Genome sequencing provided 32 reliable, non-synonymous coding change SNPs to be
considered as biomarker candidates. Sequences were based solely on 10 pooled DNA samples per line.
Therefore, these SNPs were validated in a larger sample size of 96 birds in each line. Frequencies in
which each SNP occurred in the RES and SUS lines were compared. Those having the largest
differences between RES and SUS were considered for the next step of the study. Eight SNPs were at
least 50% divergent between the RES and SUS birds. Larger numbers of chickens needed to be
80
considered for the eight SNP locations identified. Traditional genotyping methods are costly and time-
consuming. An AS-PCR technique was developed that is accurate, time-effective, and economical.

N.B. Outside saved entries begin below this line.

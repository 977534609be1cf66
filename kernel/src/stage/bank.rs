//! Banks: coils or capacitors that relays switch in and out, as one stage.

use super::{Position, Step};
use crate::frequency::Frequency;
use crate::real::{Complex, Real};

/// Most steps of a bank: one for each bit of its word.
pub const BANK_STEPS_MAX: u8 = u16::BITS as u8;

/// What the steps of a bank are.
#[derive(Clone, Copy, PartialEq, Eq, Debug)]
#[cfg_attr(feature = "defmt", derive(defmt::Format))]
pub enum BankElement {
    /// Coils in series with each other, each with a contact across it.
    Coils,
    /// Capacitors side by side, each with a contact in series with it.
    Capacitors,
}

/// Up to [`BANK_STEPS_MAX`] coils or capacitors with a contact each, in series or in shunt.
///
/// A step is *on* when its element is in the circuit: a capacitor's contact is closed then, a
/// coil's open. With the impedance Z of the element, its own resistance included, and that of the
/// contact, Zc = R closed and 1/(jωC) open with the stray capacitance C, the bank is
///
/// ```text
/// capacitors   Y = Σ 1/(Z + Zc)        coils   Z = Σ 1/(1/Z + 1/Zc)
/// ```
///
/// Contacts of a bank are alike. Where one is ideal (R or C is zero), a capacitor that is off
/// carries no current and a coil that is off has no voltage.
///
/// The steps are in the chain's own table, [`crate::Chain::bank_steps`]: banks take theirs from it
/// in the order of the stages.
#[derive(Clone, Copy, PartialEq, Debug)]
#[cfg_attr(feature = "defmt", derive(defmt::Format))]
pub struct Bank<R> {
    /// Where the bank sits.
    pub position: Position,
    /// What its steps are.
    pub element: BankElement,
    /// Whether the resistance of each step goes with frequency as its reactance does: a Q.
    pub proportional: bool,
    /// Number of steps, 1 to [`BANK_STEPS_MAX`].
    pub steps: u8,
    /// A closed contact, 0 if it is ideal: resistance over R0 with capacitors, conductance times
    /// R0 with coils.
    pub contact: R,
    /// An open contact, 0 if it is ideal: reactance over R0 times hertz with capacitors, below
    /// zero, susceptance times R0 per hertz with coils.
    pub stray: R,
}

/// The element of one step of a bank, normalised to R0.
#[derive(Clone, Copy, PartialEq, Debug, Default)]
#[cfg_attr(feature = "defmt", derive(defmt::Format))]
pub struct BankStep<R> {
    /// Reactance over R0: per hertz of a coil, times hertz of a capacitor, which has it below zero.
    pub reactance: R,
    /// Resistance in series with it over R0, in the unit of the reactance if
    /// [`Bank::proportional`].
    pub resistance: R,
}

impl<R: Copy> Bank<R> {
    pub(super) fn map<S>(&self, convert: &mut impl FnMut(R) -> S) -> Bank<S> {
        Bank {
            position: self.position,
            element: self.element,
            proportional: self.proportional,
            steps: self.steps,
            contact: convert(self.contact),
            stray: convert(self.stray),
        }
    }
}

impl<R: Copy> BankStep<R> {
    /// The same step with both constants converted.
    pub(crate) fn map<S>(&self, convert: &mut impl FnMut(R) -> S) -> BankStep<S> {
        BankStep {
            reactance: convert(self.reactance),
            resistance: convert(self.resistance),
        }
    }
}

/// What turning a step on adds to the sum of its bank, as terms.
pub(crate) type Change<R> = [<R as Real>::Term; 2];

/// A bank at one frequency but for the changes of its steps: the sum with all of them off.
#[derive(Clone, Copy, PartialEq, Debug)]
pub(crate) struct BankSum<R: Real> {
    /// Real and imaginary part: admittance of capacitors, impedance of coils.
    off: [R::Term; 2],
    /// Power of two that the terms are multiples of.
    unit: i32,
    position: Position,
    /// Whether the position needs the reciprocal of the sum.
    inverted: bool,
}

impl<R: Real> Bank<R> {
    /// The bank at one frequency; `changes` has as many places as there are `steps`.
    ///
    /// Every step is resolved on and off. What a step adds is rounded to 2^-58 of the largest of
    /// them, so that the sums of all states are exact in integers.
    pub(crate) fn at(
        &self,
        steps: &[BankStep<R>],
        frequency: &Frequency<R>,
        changes: &mut [Change<R>],
    ) -> BankSum<R> {
        let falling = self.element == BankElement::Capacitors;
        let factor = if falling {
            frequency.inverse()
        } else {
            frequency.value()
        };
        let stray = self.stray.times(factor);
        let mut sum = BankSum {
            off: [R::Term::default(); 2],
            unit: R::ZERO.unit(),
            position: self.position,
            inverted: falling == (self.position == Position::Series),
        };
        // from the last step, usually the largest, which saves taking terms to another unit
        for (done, step) in steps.iter().rev().enumerate() {
            let (off, on) = self.states(step, factor, stray);
            let parts = [off.re, off.im, on.re, on.im];
            let unit = parts.into_iter().map(R::unit).fold(sum.unit, i32::max);
            if unit > sum.unit {
                let places = unit.abs_diff(sum.unit);
                let coarser = |terms: [R::Term; 2]| terms.map(|term| R::coarser(term, places));
                sum.off = coarser(sum.off);
                for change in changes.iter_mut().rev().take(done) {
                    *change = coarser(*change);
                }
                sum.unit = unit;
            }
            let terms = |z: Complex<R>| [z.re.term(unit), z.im.term(unit)];
            let ([off_re, off_im], [on_re, on_im]) = (terms(off), terms(on));
            sum.off = [sum.off[0] + off_re, sum.off[1] + off_im];
            if let Some(change) = changes.iter_mut().rev().nth(done) {
                *change = [on_re - off_re, on_im - off_im];
            }
        }
        sum
    }

    /// What a step adds to the bank when it is off and when it is on.
    #[inline]
    fn states(&self, step: &BankStep<R>, factor: R, stray: R) -> (Complex<R>, Complex<R>) {
        let resistance = if self.proportional {
            step.resistance.times(factor)
        } else {
            step.resistance
        };
        let element = Complex {
            re: resistance,
            im: step.reactance.times(factor),
        };
        let closed = Complex {
            re: self.contact,
            im: R::ZERO,
        };
        let open = Complex {
            re: R::ZERO,
            im: stray,
        };
        let ideal = |part: R, otherwise: Complex<R>, sum: Complex<R>| {
            if part.is_zero() {
                otherwise
            } else {
                reciprocal(sum)
            }
        };
        match self.element {
            BankElement::Capacitors => (
                ideal(stray, Complex::ZERO, element.plus(open)),
                reciprocal(element.plus(closed)),
            ),
            BankElement::Coils => {
                let admittance = reciprocal(element);
                (
                    ideal(self.contact, Complex::ZERO, admittance.plus(closed)),
                    ideal(stray, element, admittance.plus(open)),
                )
            }
        }
    }
}

impl<R: Real> BankSum<R> {
    /// The bank with the steps on whose bits are set in `word`, the lowest for the first step.
    #[inline]
    pub(crate) fn step(&self, word: u16, changes: &[Change<R>]) -> Step<Complex<R>> {
        let mut sum = self.off;
        for (bit, change) in (0..u16::BITS).zip(changes) {
            if word >> bit & 1 != 0 {
                sum = [sum[0] + change[0], sum[1] + change[1]];
            }
        }
        let [re, im] = sum.map(|term| R::from_term(term, self.unit));
        let sum = Complex { re, im };
        let value = if self.inverted { reciprocal(sum) } else { sum };
        match self.position {
            Position::Series => Step::Series(value),
            Position::Shunt => Step::Shunt(value),
        }
    }
}

/// 1/z; of zero, exactly an open or short circuit, a huge reactance.
#[inline]
fn reciprocal<R: Real>(z: Complex<R>) -> Complex<R> {
    if z.re.is_zero() && z.im.is_zero() {
        return Complex {
            re: R::ZERO,
            im: R::HUGE,
        };
    }
    z.reciprocal()
}
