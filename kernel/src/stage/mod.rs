//! The kinds of two-port, one file each, and what they become at one frequency.

mod bank;
mod branch;
mod line;
mod stub;
mod transformer;

pub use bank::{BANK_STEPS_MAX, Bank, BankElement, BankStep};
pub(crate) use bank::{BankSum, Change};
pub use branch::{Branch, Law, LossyReactor};
pub use line::Line;
pub use stub::{Stub, StubFunction};
pub use transformer::Transformer;

use crate::frequency::Frequency;
use crate::immittance::Immittance;
use crate::real::{Complex, Real};
use crate::scalar::Scalar;
use crate::two_port::{TwoPort, TwoPortWords};
use crate::word::Word;

/// Where a branch or a stub sits.
#[derive(Clone, Copy, PartialEq, Eq, Debug)]
#[cfg_attr(feature = "defmt", derive(defmt::Format))]
pub enum Position {
    /// In the through path: an impedance.
    Series,
    /// From the through path to ground: an admittance.
    Shunt,
}

/// One two-port, as the constants that the image stores, normalised to R0.
#[derive(Clone, Copy, PartialEq, Debug)]
#[cfg_attr(feature = "defmt", derive(defmt::Format))]
pub enum Stage<R> {
    /// An immittance that is a law of frequency.
    Branch(Branch<R>),
    /// A length of line.
    Line(Line<R>),
    /// A line with an open or shorted end.
    Stub(Stub<R>),
    /// An ideal transformer.
    Transformer(Transformer<R>),
    /// Coils or capacitors that are switched in and out.
    Bank(Bank<R>),
}

/// Immittances of some arithmetic, and what goes with them.
pub trait StepForm: Copy + PartialEq + core::fmt::Debug {
    /// A general two-port in the same arithmetic.
    type TwoPort: Copy + PartialEq + core::fmt::Debug;
}

impl<R: Real> StepForm for Complex<R> {
    type TwoPort = TwoPort<R>;
}

impl<W: Word> StepForm for Immittance<W> {
    type TwoPort = TwoPortWords<W>;
}

/// A stage at one frequency: what the walk multiplies by.
#[derive(Clone, Copy, PartialEq, Debug)]
pub enum Step<Z: StepForm> {
    /// v ← v + z·i
    Series(Z),
    /// i ← i + y·v
    Shunt(Z),
    /// A symmetrical T: the impedance, the admittance, the impedance again.
    Tee {
        /// Each of the two series impedances.
        series: Z,
        /// The shunt admittance between them.
        shunt: Z,
    },
    /// v ← n·v, i ← i/n, both factors real.
    Stretch {
        /// n
        ratio: Z,
        /// 1/n
        inverse: Z,
    },
    /// v and i by a chain matrix.
    TwoPort(Z::TwoPort),
}

impl<R: Real> Stage<R> {
    /// The stage at one frequency; a line but for the sign of the state, a bank without its steps.
    #[inline]
    pub fn at(&self, frequency: &Frequency<R>) -> Step<Complex<R>> {
        self.resolve(frequency).0
    }

    /// The stage at one frequency and whether the state must change sign beside.
    #[inline]
    pub(crate) fn resolve(&self, frequency: &Frequency<R>) -> (Step<Complex<R>>, bool) {
        match self {
            Self::Branch(branch) => (branch.at(frequency), false),
            Self::Line(line) => line.at(frequency),
            Self::Stub(stub) => (stub.at(frequency), false),
            Self::Transformer(transformer) => (transformer.step(), false),
            Self::Bank(bank) => (bank.at(&[], frequency, &mut []).step(0, &[]), false),
        }
    }
}

impl<R> Stage<R> {
    /// Number of steps that the stage has in the chain's table: those of a bank.
    pub(crate) fn bank_steps(&self) -> usize {
        match self {
            Self::Bank(bank) => bank.steps.into(),
            Self::Branch(_) | Self::Line(_) | Self::Stub(_) | Self::Transformer(_) => 0,
        }
    }
}

impl<R: Copy> Stage<R> {
    /// The same stage with every constant converted; a line's turns per hertz stay as they are.
    pub fn map<S>(&self, mut convert: impl FnMut(R) -> S) -> Stage<S> {
        match self {
            Self::Branch(branch) => Stage::Branch(branch.map(&mut convert)),
            Self::Line(line) => Stage::Line(Line {
                impedance: convert(line.impedance),
                admittance: convert(line.admittance),
                turns_per_hertz: line.turns_per_hertz,
                root_loss: convert(line.root_loss),
                linear_loss: convert(line.linear_loss),
            }),
            Self::Stub(stub) => Stage::Stub(Stub {
                position: stub.position,
                function: stub.function,
                immittance: convert(stub.immittance),
                turns_per_hertz: stub.turns_per_hertz,
                root_loss: convert(stub.root_loss),
                linear_loss: convert(stub.linear_loss),
            }),
            Self::Transformer(transformer) => Stage::Transformer(Transformer {
                ratio: convert(transformer.ratio),
                inverse: convert(transformer.inverse),
            }),
            Self::Bank(bank) => Stage::Bank(bank.map(&mut convert)),
        }
    }
}

impl Step<Complex<Scalar>> {
    /// The step in words.
    #[inline(always)]
    pub(crate) fn to_words<W: Word>(self) -> Step<Immittance<W>> {
        let words = Immittance::from_scalars;
        match self {
            Self::Series(z) => Step::Series(words(z)),
            Self::Shunt(y) => Step::Shunt(words(y)),
            Self::Tee { series, shunt } => Step::Tee {
                series: words(series),
                shunt: words(shunt),
            },
            Self::Stretch { ratio, inverse } => Step::Stretch {
                ratio: words(ratio),
                inverse: words(inverse),
            },
            Self::TwoPort(two_port) => Step::TwoPort(TwoPortWords::from_scalars(&two_port)),
        }
    }
}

In order to investigate the effect of genetic background on genotype-phenotype interaction, two
populations were challenged with ascites and genotyped at the 8 previously identified locations. The REL
(parental) line was used to represent unselected populations of birds and the RMQ (outside population)
line was used to consider the genotypes of unrelated birds. The CHTF18 SNP was continually
associated with ascites incidence in the REL line. The homozygous RJF genotype was more often seen
in resistant-type chickens while heterozygous individuals were usually susceptible. However, sample size
limited the statistical significance of this data. No associations were seen in the RMQ line.
CHTF18 is not likely a good choice as a biomarker for ascites incidence in broiler chickens due to
its lack of significance in the RMQ line. This SNP would not be of value in populations unrelated to the
ascites lines (RES, SUS, REL) at the University of Arkansas. In contrast, the AS-PCR techniques
developed in chapter 4 may be of use to future investigators. This method is very versatile and can be
utilized to determine genotype at all kinds of SNP locations in all kinds of studies.